Search the data for the word "feltKnown" and copy every line where it occurs.

(Collected data entries)
***
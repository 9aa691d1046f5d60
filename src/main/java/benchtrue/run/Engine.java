package benchtrue.run;

import benchtrue.alarm.Monitor;
import benchtrue.reading.Reading;
import benchtrue.sheet.BenchSheet;
import benchtrue.sheet.Exclusion;
import java.time.Instant;
import java.util.ArrayList;
import java.util.List;
import org.jspecify.annotations.Nullable;

/**
 * Takes one reading after the other from row to estimate, test, alarm and event. What it does depends on the readings and the
 * operator's acts only, never on a clock: the same readings give the same results to the last bit. Used by one thread.
 */
public final class Engine {
    /** Used readings after which it is known which channels stand in regressors. */
    private static final int FELT_BY = 256;

    private final Setup setup;
    private final RunListener listener;
    private final Monitor monitor;
    private final Rows rows;
    private final Systematic systematic;
    private final Systematic noise;
    private final Tally tally = new Tally();
    private final Log log;
    private final List<GroupRun> groups = new ArrayList<>();
    private final List<Settling> settlings = new ArrayList<>();
    private final List<Adoption> adoptions = new ArrayList<>();
    private final Acts acts;
    private final EstimateRow row;
    private List<Exclusion> exclusions;
    private @Nullable Instant startedUtc;
    private @Nullable String restart;
    private boolean feltKnown;
    private double time = Double.NaN;
    private double lastTime = Double.NaN;
    private long reading;

    public Engine(Setup setup, RunListener listener) {
        this.setup = setup;
        this.listener = listener;
        BenchSheet sheet = setup.sheet();
        monitor = new Monitor(sheet);
        rows = new Rows(sheet);
        systematic = new Systematic(sheet);
        noise = Systematic.ofNoise(sheet);
        log = new Log(listener, tally);
        exclusions = sheet.exclusions();
        int unknowns = 0;
        int relations = 0;
        for (int g = 0; g < sheet.groups().size(); g++) {
            GroupRun group = new GroupRun(g, sheet.groups().get(g), monitor.group(g), systematic, noise);
            groups.add(group);
            settlings.add(new Settling(group));
            adoptions.add(
                    new Adoption(group, sheet.reference(), setup.references().get(g), log));
            unknowns += group.estimates().length;
            relations += group.specs().size();
        }
        row = new EstimateRow(unknowns, relations);
        acts = new Acts(this, log);
    }

    public Reading newReading() {
        return new Reading(setup.sheet().channels().size());
    }

    /** The recorded start, once it is known: dated exclusions count from it. */
    public void started(@Nullable Instant start) {
        startedUtc = start;
        exclusions =
                setup.sheet().exclusions().stream().map(e -> e.since(start)).toList();
    }

    public void step(Reading next) {
        reading = next.number;
        lastTime = time;
        time = next.time;
        log.at(reading, time);
        monitor.arrive(next);
        String reason = restart == null ? monitor.newSegment() : restart;
        if (restart != null) {
            monitor.restarted(next);
        }
        if (reason != null) {
            beginSegment(reason);
        }
        restart = null;
        rows.fill(next);
        systematic.fill(next);
        noise.fill(next);
        tally.reading(time, take());
        log.alarms(monitor.book().drain());
        settle();
        if (!feltKnown && tally.count(Tally.Fate.USED) >= FELT_BY) {
            feltKnown = true;
            noise.dropUnfelt();
        }
        if (listener.wants(reading)) {
            publish();
        }
    }

    private Tally.Fate take() {
        Exclusion exclusion = exclusion();
        String barred = exclusion == null ? warmUp() : exclusion.reason();
        Tally.Fate fate = Tally.Fate.USED;
        for (int g = 0; g < groups.size(); g++) {
            Tally.Fate one =
                    groups.get(g).take(reading, time, monitor.elapsed(), rows.of(g), barred, acts.onHold(), log);
            fate = one.compareTo(fate) < 0 ? one : fate;
        }
        return exclusion == null ? fate : Tally.Fate.EXCLUDED;
    }

    private @Nullable Exclusion exclusion() {
        for (int i = 0; i < exclusions.size(); i++) {
            Exclusion exclusion = exclusions.get(i);
            if (!exclusion.dated() && exclusion.from() <= time && time <= exclusion.to()) {
                return exclusion;
            }
        }
        return null;
    }

    private @Nullable String warmUp() {
        return time < setup.sheet().warmUpSeconds() ? "warm-up" : null;
    }

    private void settle() {
        for (int g = 0; g < groups.size(); g++) {
            Settling settling = settlings.get(g);
            if (settling.due(reading)) {
                settling.evaluate(reading, time, monitor.book().anyStanding());
                if (settling.allDetermined()) {
                    groups.get(g).compareWithPlausible();
                }
                adoptions.get(g).consider(settling.allSettled(), reading, time);
            }
        }
    }

    private void publish() {
        row.reading = reading;
        row.time = time;
        int unknown = 0;
        int relation = 0;
        for (int g = 0; g < groups.size(); g++) {
            GroupRun group = groups.get(g);
            group.fill(row, unknown, relation);
            unknown += group.estimates().length;
            relation += group.specs().size();
        }
        listener.reading(row);
    }

    /** A segment of all groups begins with the present reading. */
    void beginSegment(String reason) {
        log.event("segment", reason);
        for (int g = 0; g < groups.size(); g++) {
            groups.get(g).begin(reading, time, reason);
            settlings.get(g).restart();
        }
    }

    /** A line could not be read. */
    public void malformed(String problem) {
        log.malformed(problem);
    }

    /** The device began anew: the next reading is the first of a segment. */
    public void restarted(String problem) {
        restart = "restart";
        log.event("restart", problem);
    }

    /** The source went away or came back; for the log. */
    public void source(String word, String problem) {
        log.event(word, problem);
    }

    /** Does what the operator asked, between two readings, and logs it. */
    public void apply(Act act) {
        log.at(reading, Double.isNaN(time) ? 0 : time);
        acts.apply(act);
        log.alarms(monitor.book().drain());
    }

    Setup setup() {
        return setup;
    }

    Monitor monitor() {
        return monitor;
    }

    Tally tally() {
        return tally;
    }

    List<GroupRun> groups() {
        return groups;
    }

    Settling settling(int group) {
        return settlings.get(group);
    }

    Adoption adoption(int group) {
        return adoptions.get(group);
    }

    Acts acts() {
        return acts;
    }

    Rows rows() {
        return rows;
    }

    /** Rows with each channel that stands in a regressor moved by its declared noise. */
    Systematic noise() {
        return noise;
    }

    List<Exclusion> exclusions() {
        return exclusions;
    }

    @Nullable
    Instant startedUtc() {
        return startedUtc;
    }

    /** Seconds since the first reading; NaN before it. */
    public double time() {
        return time;
    }

    /** Number of the last reading; 0 before the first. */
    public long reading() {
        return reading;
    }

    /** How often an alarm spoke so far. */
    public long alarmsRaised() {
        return log.alarmsRaised();
    }

    /** Seconds between the last two readings; NaN before the second. */
    double interval() {
        return time - lastTime;
    }
}
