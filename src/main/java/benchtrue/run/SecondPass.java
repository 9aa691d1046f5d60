package benchtrue.run;

import benchtrue.model.Forgetting;
import benchtrue.reading.Reading;
import benchtrue.source.Source;
import java.io.IOException;
import java.io.UncheckedIOException;
import java.util.ArrayList;
import java.util.List;

/**
 * Goes over the recorded readings again, from the file and not from the estimator, with the same rows left out, the same
 * segments and the same memory; holds one reading at a time.
 */
final class SecondPass {
    private final Engine engine;
    private final SourceMaker record;

    SecondPass(Engine engine, SourceMaker record) {
        this.engine = engine;
        this.record = record;
    }

    /** What takes the rows of one group. */
    interface Sink {
        /** A segment begins with the reading that comes next. */
        default void segment(Turn turn) {}

        /** Another memory holds from the reading that comes next. */
        default void forget(Forgetting forgetting) {}

        /** The next reading, before its rows; elapsed in s since the one before. */
        default void next(double time, double elapsed) {}

        /** A row that was used. */
        void row(int relation, Row row);
    }

    /** Each sink takes the group of its place; {@code errors} are filled for each reading before its rows. */
    void run(List<? extends Sink> sinks, Systematic... errors) {
        Rows rows = new Rows(engine.setup().sheet());
        List<Walk> walks = new ArrayList<>();
        for (int g = 0; g < sinks.size(); g++) {
            walks.add(new Walk(engine.groups().get(g), sinks.get(g)));
        }
        try (Source source = record.open()) {
            Reading reading = engine.newReading();
            double last = Double.NaN;
            while (reading.number < engine.reading() && next(source, reading)) {
                rows.fill(reading);
                for (Systematic each : errors) {
                    each.fill(reading);
                }
                double elapsed = Double.isNaN(last) ? 0 : Math.max(0, reading.time - last);
                last = reading.time;
                for (int g = 0; g < walks.size(); g++) {
                    walks.get(g).take(reading.number, reading.time, elapsed, rows.of(g));
                }
            }
        } catch (IOException e) {
            throw new UncheckedIOException(e);
        }
    }

    /** False at the end of the record. */
    private static boolean next(Source source, Reading reading) {
        while (true) {
            switch (source.next(reading)) {
                case READING -> {
                    return true;
                }
                case END, FAILED -> {
                    return false;
                }
                default -> {}
            }
        }
    }

    /** Where the pass stands in the ledger of one group. */
    private static final class Walk {
        private final Sink sink;
        private final List<Turn> turns;
        private final Spans.Cursor[] leftOut;
        private int nextTurn;

        Walk(GroupRun group, Sink sink) {
            this.sink = sink;
            turns = group.ledger().turns();
            leftOut = new Spans.Cursor[group.specs().size()];
            for (int k = 0; k < leftOut.length; k++) {
                leftOut[k] = group.ledger().leftOut(k);
            }
        }

        void take(long number, double time, double elapsed, Row[] rows) {
            boolean begins = false;
            while (nextTurn < turns.size() && turns.get(nextTurn).reading() <= number) {
                begins |= turn(turns.get(nextTurn++));
            }
            sink.next(time, begins ? 0 : elapsed);
            for (int k = 0; k < rows.length; k++) {
                if (!leftOut[k].contains(number) && rows[k].present) {
                    sink.row(k, rows[k]);
                }
            }
        }

        private boolean turn(Turn turn) {
            if (turn.forgetting() != null) {
                sink.forget(turn.forgetting());
            }
            if (turn.segment() != null) {
                sink.segment(turn);
            }
            return turn.segment() != null;
        }
    }
}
***
*THE ANSWER:*
    private boolean feltKnown;
        if (!feltKnown && tally.count(Tally.Fate.USED) >= FELT_BY) {
            feltKnown = true;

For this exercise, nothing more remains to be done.